• Collected data entries:
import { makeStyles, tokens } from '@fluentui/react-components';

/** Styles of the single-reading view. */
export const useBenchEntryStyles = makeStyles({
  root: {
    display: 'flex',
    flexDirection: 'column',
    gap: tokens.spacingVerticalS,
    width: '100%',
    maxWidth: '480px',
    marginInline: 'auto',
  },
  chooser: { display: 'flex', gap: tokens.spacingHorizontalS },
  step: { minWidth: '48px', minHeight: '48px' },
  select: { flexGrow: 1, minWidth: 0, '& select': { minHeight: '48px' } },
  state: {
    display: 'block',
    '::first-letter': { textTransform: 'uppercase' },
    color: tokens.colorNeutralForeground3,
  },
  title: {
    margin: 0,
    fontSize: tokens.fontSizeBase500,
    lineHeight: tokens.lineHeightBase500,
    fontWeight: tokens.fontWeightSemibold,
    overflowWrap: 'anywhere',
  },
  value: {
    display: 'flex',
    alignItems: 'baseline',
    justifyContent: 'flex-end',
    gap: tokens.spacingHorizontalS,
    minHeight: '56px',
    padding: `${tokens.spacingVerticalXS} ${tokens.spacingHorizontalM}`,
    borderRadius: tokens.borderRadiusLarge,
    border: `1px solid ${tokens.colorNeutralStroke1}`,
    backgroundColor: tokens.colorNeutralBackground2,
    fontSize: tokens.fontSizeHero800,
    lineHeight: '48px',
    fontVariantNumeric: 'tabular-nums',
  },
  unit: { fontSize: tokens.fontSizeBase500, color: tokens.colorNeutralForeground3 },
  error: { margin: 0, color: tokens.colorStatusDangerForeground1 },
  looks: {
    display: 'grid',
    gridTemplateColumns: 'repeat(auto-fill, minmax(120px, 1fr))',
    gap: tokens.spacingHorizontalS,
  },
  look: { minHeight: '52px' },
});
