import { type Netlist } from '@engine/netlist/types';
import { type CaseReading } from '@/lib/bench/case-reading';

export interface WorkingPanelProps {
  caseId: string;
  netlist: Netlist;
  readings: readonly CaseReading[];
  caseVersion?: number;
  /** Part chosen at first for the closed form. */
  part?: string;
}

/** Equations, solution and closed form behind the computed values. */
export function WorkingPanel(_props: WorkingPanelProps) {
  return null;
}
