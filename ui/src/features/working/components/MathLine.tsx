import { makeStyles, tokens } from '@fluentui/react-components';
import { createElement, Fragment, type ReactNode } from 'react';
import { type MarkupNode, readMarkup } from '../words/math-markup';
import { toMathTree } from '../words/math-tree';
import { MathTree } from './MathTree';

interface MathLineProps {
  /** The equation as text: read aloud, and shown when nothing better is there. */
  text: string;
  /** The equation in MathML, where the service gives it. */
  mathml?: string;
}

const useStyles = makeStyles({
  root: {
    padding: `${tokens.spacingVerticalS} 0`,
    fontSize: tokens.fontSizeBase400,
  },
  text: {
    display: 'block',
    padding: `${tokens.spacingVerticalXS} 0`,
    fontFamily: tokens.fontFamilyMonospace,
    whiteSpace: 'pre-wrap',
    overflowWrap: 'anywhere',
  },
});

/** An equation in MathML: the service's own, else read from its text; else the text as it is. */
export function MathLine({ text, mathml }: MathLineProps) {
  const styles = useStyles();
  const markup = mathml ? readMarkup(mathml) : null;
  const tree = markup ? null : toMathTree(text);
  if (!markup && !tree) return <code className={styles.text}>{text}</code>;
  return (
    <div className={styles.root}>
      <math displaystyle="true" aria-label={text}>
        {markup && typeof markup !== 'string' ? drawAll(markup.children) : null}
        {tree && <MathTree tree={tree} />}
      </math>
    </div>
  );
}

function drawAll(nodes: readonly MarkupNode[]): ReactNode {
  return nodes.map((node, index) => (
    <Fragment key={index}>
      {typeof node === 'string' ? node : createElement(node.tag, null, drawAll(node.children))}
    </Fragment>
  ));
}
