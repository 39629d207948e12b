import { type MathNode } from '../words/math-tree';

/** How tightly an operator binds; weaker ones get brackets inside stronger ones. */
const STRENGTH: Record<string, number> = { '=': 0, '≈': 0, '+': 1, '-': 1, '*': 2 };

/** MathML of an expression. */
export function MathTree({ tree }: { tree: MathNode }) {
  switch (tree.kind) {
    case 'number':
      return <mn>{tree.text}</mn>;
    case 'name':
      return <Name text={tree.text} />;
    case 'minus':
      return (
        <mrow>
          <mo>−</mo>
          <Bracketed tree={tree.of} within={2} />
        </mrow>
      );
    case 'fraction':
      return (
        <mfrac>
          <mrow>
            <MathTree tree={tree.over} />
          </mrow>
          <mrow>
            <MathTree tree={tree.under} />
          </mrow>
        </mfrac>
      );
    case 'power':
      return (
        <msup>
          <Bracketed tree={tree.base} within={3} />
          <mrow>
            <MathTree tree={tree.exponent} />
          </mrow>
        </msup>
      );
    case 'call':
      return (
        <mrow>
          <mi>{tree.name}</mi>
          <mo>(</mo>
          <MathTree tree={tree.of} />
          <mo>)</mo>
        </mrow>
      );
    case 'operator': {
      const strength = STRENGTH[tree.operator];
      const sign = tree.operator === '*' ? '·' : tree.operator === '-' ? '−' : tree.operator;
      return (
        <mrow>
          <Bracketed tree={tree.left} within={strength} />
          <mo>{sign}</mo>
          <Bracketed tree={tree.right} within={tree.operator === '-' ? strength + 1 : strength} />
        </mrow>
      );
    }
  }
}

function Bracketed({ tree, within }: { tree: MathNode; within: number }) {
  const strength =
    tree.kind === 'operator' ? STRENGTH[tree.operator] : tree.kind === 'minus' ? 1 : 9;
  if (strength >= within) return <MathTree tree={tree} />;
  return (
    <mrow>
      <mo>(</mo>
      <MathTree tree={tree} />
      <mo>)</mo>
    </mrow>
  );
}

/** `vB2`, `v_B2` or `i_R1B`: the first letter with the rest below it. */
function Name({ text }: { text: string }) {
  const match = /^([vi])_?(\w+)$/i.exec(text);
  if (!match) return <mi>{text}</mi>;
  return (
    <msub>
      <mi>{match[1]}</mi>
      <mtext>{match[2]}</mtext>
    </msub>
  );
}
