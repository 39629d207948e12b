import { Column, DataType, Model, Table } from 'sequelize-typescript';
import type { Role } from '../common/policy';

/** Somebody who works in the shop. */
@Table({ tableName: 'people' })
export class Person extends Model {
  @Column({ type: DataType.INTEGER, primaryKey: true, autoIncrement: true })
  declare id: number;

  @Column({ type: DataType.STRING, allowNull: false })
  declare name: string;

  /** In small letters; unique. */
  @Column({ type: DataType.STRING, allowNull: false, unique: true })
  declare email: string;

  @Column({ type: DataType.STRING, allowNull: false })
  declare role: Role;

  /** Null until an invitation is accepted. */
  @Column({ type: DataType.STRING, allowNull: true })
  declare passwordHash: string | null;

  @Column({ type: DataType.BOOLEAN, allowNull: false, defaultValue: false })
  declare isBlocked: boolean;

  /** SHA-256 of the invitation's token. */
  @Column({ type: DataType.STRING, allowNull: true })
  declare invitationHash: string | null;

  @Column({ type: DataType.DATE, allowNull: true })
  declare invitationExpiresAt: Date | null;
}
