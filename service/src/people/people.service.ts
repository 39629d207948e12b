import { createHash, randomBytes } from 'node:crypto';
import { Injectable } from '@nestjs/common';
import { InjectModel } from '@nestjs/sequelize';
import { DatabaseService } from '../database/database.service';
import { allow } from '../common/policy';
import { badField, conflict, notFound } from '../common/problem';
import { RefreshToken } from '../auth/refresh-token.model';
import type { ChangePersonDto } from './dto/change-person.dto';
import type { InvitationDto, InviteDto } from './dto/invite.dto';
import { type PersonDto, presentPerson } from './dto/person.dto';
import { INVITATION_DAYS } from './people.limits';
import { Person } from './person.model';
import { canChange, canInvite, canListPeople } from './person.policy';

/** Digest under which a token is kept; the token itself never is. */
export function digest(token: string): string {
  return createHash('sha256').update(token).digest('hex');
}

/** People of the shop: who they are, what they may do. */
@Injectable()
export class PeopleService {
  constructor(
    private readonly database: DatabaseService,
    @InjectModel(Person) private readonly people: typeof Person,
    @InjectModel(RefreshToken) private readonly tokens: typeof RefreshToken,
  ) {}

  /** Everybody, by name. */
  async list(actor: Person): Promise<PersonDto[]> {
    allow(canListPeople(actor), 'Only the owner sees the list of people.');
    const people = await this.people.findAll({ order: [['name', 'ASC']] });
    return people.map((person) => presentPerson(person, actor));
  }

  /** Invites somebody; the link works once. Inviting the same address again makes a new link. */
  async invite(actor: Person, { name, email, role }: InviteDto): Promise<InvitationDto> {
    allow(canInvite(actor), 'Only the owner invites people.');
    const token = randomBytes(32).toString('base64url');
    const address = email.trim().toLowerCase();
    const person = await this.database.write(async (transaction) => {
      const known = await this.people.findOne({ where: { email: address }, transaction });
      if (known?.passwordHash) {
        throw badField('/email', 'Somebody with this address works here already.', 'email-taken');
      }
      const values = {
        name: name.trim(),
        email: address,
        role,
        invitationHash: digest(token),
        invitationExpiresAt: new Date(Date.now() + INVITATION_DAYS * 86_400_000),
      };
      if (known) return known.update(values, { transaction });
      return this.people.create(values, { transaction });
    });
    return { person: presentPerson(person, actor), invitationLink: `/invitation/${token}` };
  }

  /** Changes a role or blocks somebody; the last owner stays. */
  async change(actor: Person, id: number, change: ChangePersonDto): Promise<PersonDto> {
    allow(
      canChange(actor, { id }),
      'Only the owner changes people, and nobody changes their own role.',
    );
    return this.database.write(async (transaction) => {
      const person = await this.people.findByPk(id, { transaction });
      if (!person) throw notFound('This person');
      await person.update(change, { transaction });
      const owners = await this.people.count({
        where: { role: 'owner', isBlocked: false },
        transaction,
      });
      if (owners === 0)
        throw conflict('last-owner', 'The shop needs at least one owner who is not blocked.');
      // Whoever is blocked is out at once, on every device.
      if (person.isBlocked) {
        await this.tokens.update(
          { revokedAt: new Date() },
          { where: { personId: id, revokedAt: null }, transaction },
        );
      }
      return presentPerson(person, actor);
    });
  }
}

• Task description:
Would you report every line of the entries above containing the word "known"?

• Solution to this exercise:
      const known = await this.people.findOne({ where: { email: address }, transaction });
      if (known?.passwordHash) {
      if (known) return known.update(values, { transaction });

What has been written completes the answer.